Directions for this task >> Lines with the string "search" are to be identified in the listing and copied.

---------------

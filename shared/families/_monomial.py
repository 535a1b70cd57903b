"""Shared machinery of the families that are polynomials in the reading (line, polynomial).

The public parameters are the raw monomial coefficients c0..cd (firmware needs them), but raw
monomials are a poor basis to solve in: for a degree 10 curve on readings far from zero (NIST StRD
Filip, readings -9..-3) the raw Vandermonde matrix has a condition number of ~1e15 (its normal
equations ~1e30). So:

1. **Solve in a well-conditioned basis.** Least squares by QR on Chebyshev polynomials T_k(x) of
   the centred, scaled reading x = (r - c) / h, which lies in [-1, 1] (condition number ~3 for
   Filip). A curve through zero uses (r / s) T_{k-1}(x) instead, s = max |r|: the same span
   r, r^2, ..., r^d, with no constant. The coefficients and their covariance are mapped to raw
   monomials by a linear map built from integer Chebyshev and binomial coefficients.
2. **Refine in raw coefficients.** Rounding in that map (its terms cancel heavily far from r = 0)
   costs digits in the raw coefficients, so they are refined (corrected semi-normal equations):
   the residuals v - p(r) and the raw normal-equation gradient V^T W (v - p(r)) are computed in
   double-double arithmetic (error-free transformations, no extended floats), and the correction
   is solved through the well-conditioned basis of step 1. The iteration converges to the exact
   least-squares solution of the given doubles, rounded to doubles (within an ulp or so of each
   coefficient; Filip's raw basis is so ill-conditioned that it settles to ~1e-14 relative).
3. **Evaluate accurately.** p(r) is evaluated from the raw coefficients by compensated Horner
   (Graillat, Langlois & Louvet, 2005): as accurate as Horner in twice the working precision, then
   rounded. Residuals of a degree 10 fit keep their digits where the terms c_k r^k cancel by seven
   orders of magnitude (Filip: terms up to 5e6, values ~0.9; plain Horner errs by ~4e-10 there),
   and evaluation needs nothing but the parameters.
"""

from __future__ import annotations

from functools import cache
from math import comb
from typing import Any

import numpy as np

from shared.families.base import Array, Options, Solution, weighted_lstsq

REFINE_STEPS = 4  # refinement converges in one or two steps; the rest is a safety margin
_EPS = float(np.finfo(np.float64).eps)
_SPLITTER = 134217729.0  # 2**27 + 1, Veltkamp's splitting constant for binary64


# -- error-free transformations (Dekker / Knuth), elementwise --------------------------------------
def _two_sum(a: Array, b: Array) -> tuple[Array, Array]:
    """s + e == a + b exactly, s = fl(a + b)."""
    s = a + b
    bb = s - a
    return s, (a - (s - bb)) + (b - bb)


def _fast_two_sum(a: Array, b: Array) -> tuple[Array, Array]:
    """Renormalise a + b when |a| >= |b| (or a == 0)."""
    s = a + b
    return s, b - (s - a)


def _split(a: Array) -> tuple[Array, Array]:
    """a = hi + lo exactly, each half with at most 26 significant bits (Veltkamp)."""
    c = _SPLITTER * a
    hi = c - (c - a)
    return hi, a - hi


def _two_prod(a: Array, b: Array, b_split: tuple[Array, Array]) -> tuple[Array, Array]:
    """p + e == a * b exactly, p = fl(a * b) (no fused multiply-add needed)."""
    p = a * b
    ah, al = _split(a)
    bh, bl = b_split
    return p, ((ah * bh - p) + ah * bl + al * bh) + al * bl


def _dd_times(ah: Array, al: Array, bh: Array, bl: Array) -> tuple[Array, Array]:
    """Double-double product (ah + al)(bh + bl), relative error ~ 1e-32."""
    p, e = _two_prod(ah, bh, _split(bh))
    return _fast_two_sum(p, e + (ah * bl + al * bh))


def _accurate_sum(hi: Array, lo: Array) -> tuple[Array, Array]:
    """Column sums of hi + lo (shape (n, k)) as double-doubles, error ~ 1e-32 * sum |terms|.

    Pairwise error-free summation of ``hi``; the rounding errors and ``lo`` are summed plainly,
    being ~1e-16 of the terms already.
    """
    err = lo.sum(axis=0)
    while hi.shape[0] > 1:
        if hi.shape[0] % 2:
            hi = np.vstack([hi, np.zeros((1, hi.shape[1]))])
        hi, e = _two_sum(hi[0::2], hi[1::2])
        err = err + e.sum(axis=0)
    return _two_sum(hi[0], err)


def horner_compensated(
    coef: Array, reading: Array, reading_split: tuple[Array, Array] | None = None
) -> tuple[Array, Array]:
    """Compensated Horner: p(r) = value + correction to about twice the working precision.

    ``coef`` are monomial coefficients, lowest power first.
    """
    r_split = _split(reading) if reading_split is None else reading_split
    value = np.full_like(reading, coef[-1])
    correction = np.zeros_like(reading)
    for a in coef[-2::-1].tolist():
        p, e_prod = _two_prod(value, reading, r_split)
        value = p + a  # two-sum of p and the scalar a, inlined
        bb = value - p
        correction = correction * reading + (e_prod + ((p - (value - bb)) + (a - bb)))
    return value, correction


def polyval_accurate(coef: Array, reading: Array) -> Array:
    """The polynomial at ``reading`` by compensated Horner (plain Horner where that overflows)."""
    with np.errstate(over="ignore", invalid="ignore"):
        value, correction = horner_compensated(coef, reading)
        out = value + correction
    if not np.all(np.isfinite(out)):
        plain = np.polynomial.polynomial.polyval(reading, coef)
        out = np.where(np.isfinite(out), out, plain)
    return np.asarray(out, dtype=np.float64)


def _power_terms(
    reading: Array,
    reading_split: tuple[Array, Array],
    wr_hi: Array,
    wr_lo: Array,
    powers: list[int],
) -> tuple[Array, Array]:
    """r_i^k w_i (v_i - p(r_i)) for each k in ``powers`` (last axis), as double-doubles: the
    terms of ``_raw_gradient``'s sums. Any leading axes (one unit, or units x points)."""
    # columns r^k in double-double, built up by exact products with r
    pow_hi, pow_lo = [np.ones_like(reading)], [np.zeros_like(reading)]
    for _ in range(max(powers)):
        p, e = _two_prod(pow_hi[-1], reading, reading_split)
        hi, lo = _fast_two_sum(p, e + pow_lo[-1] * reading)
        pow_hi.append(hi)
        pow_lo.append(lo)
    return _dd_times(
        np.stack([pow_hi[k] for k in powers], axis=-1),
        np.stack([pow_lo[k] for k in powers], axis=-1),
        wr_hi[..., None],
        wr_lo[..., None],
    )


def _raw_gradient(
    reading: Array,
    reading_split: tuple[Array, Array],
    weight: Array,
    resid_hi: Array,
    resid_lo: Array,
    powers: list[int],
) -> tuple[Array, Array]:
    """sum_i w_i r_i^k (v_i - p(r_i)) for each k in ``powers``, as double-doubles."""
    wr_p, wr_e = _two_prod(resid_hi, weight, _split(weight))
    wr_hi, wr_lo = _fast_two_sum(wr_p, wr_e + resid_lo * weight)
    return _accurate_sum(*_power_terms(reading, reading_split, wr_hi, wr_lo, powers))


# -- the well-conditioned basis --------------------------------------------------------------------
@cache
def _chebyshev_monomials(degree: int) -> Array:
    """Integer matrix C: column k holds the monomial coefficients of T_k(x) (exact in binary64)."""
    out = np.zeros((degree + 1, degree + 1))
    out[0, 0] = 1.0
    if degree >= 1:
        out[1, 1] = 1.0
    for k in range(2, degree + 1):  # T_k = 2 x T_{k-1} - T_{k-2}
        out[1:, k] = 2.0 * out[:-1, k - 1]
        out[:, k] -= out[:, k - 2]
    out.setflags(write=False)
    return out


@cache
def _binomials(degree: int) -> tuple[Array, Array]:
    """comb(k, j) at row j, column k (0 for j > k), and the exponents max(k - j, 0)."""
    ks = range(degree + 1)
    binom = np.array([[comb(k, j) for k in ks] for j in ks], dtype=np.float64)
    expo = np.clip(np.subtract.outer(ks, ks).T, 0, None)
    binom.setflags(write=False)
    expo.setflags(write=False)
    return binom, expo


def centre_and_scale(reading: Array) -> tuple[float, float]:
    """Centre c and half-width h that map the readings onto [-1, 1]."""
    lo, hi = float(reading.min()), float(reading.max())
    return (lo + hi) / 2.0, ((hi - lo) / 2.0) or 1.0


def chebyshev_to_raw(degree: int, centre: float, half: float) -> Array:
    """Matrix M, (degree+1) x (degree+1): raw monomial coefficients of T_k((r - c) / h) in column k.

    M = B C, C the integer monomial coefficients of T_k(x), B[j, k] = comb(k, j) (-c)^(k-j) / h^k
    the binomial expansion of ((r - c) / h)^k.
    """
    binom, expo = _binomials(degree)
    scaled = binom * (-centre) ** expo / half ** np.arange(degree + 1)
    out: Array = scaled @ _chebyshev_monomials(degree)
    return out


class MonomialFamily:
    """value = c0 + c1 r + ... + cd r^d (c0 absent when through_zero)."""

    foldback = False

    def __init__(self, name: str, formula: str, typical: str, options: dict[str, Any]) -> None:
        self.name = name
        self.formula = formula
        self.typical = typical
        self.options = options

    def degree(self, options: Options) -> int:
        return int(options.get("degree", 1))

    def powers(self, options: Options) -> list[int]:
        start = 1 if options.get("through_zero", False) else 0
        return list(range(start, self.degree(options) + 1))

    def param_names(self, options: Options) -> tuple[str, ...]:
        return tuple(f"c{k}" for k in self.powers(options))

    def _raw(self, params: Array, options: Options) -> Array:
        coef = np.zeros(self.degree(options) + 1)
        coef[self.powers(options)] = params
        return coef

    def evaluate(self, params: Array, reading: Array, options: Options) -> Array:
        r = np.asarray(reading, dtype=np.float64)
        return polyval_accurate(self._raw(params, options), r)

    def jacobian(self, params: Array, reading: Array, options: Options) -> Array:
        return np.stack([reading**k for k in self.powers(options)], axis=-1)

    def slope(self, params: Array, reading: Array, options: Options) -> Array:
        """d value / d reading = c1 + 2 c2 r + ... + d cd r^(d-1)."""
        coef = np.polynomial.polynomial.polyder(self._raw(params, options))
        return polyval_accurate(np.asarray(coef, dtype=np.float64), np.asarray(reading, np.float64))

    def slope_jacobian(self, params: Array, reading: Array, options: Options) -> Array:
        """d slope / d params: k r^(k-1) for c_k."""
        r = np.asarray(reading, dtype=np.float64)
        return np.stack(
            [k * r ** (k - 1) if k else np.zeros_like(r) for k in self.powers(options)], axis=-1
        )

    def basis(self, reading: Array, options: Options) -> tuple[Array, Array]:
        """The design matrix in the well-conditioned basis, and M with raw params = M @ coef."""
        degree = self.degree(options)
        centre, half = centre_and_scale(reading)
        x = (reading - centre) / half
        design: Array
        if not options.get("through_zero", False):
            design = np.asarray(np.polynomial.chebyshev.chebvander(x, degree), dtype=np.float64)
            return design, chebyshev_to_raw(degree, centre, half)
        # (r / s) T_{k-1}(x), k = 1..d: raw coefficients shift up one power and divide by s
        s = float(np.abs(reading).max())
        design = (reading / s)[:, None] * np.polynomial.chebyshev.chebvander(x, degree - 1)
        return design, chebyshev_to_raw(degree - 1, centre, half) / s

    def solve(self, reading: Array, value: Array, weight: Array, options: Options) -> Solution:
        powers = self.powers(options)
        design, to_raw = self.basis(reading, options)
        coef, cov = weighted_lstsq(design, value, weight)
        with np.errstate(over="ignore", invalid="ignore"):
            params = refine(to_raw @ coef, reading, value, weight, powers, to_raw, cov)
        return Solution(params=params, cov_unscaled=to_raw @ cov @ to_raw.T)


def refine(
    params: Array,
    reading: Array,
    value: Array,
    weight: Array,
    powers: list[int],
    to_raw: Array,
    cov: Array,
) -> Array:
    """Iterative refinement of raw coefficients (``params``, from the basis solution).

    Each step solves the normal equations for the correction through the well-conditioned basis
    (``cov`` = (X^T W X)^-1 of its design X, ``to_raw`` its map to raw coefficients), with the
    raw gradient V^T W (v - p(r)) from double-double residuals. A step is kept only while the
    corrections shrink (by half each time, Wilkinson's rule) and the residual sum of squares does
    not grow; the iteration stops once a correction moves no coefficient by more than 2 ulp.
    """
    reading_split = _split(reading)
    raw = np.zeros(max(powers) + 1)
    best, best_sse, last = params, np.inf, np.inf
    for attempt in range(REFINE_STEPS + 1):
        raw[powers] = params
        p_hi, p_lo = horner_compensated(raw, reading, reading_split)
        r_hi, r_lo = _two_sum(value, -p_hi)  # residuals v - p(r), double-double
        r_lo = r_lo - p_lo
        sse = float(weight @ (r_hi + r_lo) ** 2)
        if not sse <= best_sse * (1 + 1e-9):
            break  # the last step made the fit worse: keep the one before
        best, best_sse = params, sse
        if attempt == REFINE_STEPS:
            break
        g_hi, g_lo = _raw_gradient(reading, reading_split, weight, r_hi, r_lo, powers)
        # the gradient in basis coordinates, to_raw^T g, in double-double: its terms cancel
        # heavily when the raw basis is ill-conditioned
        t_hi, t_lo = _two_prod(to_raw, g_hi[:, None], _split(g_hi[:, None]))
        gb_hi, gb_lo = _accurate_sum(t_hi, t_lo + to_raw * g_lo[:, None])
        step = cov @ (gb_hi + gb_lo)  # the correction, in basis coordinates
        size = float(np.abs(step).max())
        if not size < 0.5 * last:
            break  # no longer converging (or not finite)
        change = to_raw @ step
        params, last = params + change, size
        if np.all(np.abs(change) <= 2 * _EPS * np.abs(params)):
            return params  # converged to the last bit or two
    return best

---------------

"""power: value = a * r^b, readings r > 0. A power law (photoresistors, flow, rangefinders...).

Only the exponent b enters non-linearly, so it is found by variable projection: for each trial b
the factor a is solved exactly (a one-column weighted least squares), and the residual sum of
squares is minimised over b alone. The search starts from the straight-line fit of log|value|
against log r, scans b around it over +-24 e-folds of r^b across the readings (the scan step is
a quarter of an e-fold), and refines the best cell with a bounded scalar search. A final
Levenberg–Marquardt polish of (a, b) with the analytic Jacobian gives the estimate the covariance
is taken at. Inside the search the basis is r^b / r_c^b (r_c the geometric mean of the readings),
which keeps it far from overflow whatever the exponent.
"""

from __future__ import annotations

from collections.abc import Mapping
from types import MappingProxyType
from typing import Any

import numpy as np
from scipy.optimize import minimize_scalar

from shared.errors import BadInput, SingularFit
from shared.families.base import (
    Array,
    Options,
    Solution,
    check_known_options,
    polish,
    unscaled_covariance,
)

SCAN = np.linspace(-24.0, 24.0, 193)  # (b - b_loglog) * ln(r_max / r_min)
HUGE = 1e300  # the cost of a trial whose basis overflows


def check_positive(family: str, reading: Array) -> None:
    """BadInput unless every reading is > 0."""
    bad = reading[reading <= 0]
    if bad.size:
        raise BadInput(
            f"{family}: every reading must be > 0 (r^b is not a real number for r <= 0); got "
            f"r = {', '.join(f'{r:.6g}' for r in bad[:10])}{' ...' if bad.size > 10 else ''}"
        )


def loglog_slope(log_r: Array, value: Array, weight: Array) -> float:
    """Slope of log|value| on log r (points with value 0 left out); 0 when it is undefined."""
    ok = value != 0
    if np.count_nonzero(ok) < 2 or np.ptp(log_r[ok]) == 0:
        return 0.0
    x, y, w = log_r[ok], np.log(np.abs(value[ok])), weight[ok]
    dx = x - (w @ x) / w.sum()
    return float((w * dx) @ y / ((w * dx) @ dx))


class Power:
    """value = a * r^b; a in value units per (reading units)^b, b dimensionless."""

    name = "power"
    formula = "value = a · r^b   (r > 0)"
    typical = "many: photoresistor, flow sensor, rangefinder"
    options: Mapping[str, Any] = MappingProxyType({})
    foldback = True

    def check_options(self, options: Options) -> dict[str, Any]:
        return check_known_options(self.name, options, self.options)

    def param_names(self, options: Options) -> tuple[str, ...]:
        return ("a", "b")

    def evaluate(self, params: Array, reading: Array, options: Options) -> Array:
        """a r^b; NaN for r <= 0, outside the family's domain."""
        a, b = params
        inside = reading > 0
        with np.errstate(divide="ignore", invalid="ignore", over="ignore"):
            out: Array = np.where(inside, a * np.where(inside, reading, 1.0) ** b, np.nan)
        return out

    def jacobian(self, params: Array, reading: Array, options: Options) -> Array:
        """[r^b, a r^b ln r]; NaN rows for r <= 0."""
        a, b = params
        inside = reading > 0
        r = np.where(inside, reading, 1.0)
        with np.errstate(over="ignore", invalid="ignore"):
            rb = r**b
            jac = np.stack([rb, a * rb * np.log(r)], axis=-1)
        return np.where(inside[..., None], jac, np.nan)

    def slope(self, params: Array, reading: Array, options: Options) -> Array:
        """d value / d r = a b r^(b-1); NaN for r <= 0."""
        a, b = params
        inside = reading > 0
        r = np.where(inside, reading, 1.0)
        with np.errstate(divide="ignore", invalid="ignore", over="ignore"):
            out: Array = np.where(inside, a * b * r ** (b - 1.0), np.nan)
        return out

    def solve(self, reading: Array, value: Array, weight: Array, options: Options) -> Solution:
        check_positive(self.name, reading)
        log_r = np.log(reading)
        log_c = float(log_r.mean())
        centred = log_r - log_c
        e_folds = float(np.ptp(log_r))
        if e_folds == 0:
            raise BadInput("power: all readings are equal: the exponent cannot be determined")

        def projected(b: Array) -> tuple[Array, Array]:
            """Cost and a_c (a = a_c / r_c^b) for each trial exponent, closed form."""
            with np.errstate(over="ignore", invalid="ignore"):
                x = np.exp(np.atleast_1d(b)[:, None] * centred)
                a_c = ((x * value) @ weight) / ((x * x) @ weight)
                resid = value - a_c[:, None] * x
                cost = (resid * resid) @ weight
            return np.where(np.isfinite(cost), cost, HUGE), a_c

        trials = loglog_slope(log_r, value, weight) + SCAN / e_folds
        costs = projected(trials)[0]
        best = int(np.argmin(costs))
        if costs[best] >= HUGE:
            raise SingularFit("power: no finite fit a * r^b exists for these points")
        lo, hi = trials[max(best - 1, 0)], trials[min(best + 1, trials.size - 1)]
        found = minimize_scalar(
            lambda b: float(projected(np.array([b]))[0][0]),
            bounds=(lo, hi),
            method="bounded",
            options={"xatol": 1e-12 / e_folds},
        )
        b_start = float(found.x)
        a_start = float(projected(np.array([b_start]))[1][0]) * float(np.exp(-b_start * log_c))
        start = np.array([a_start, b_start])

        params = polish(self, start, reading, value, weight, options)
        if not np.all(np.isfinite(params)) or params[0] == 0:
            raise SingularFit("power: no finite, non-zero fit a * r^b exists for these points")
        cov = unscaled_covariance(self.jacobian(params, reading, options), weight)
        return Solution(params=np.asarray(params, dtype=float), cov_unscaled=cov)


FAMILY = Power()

---------------

Worked solution >>
squares is minimised over b alone. The search starts from the straight-line fit of log|value|
a quarter of an e-fold), and refines the best cell with a bounded scalar search. A final
is taken at. Inside the search the basis is r^b / r_c^b (r_c the geometric mean of the readings),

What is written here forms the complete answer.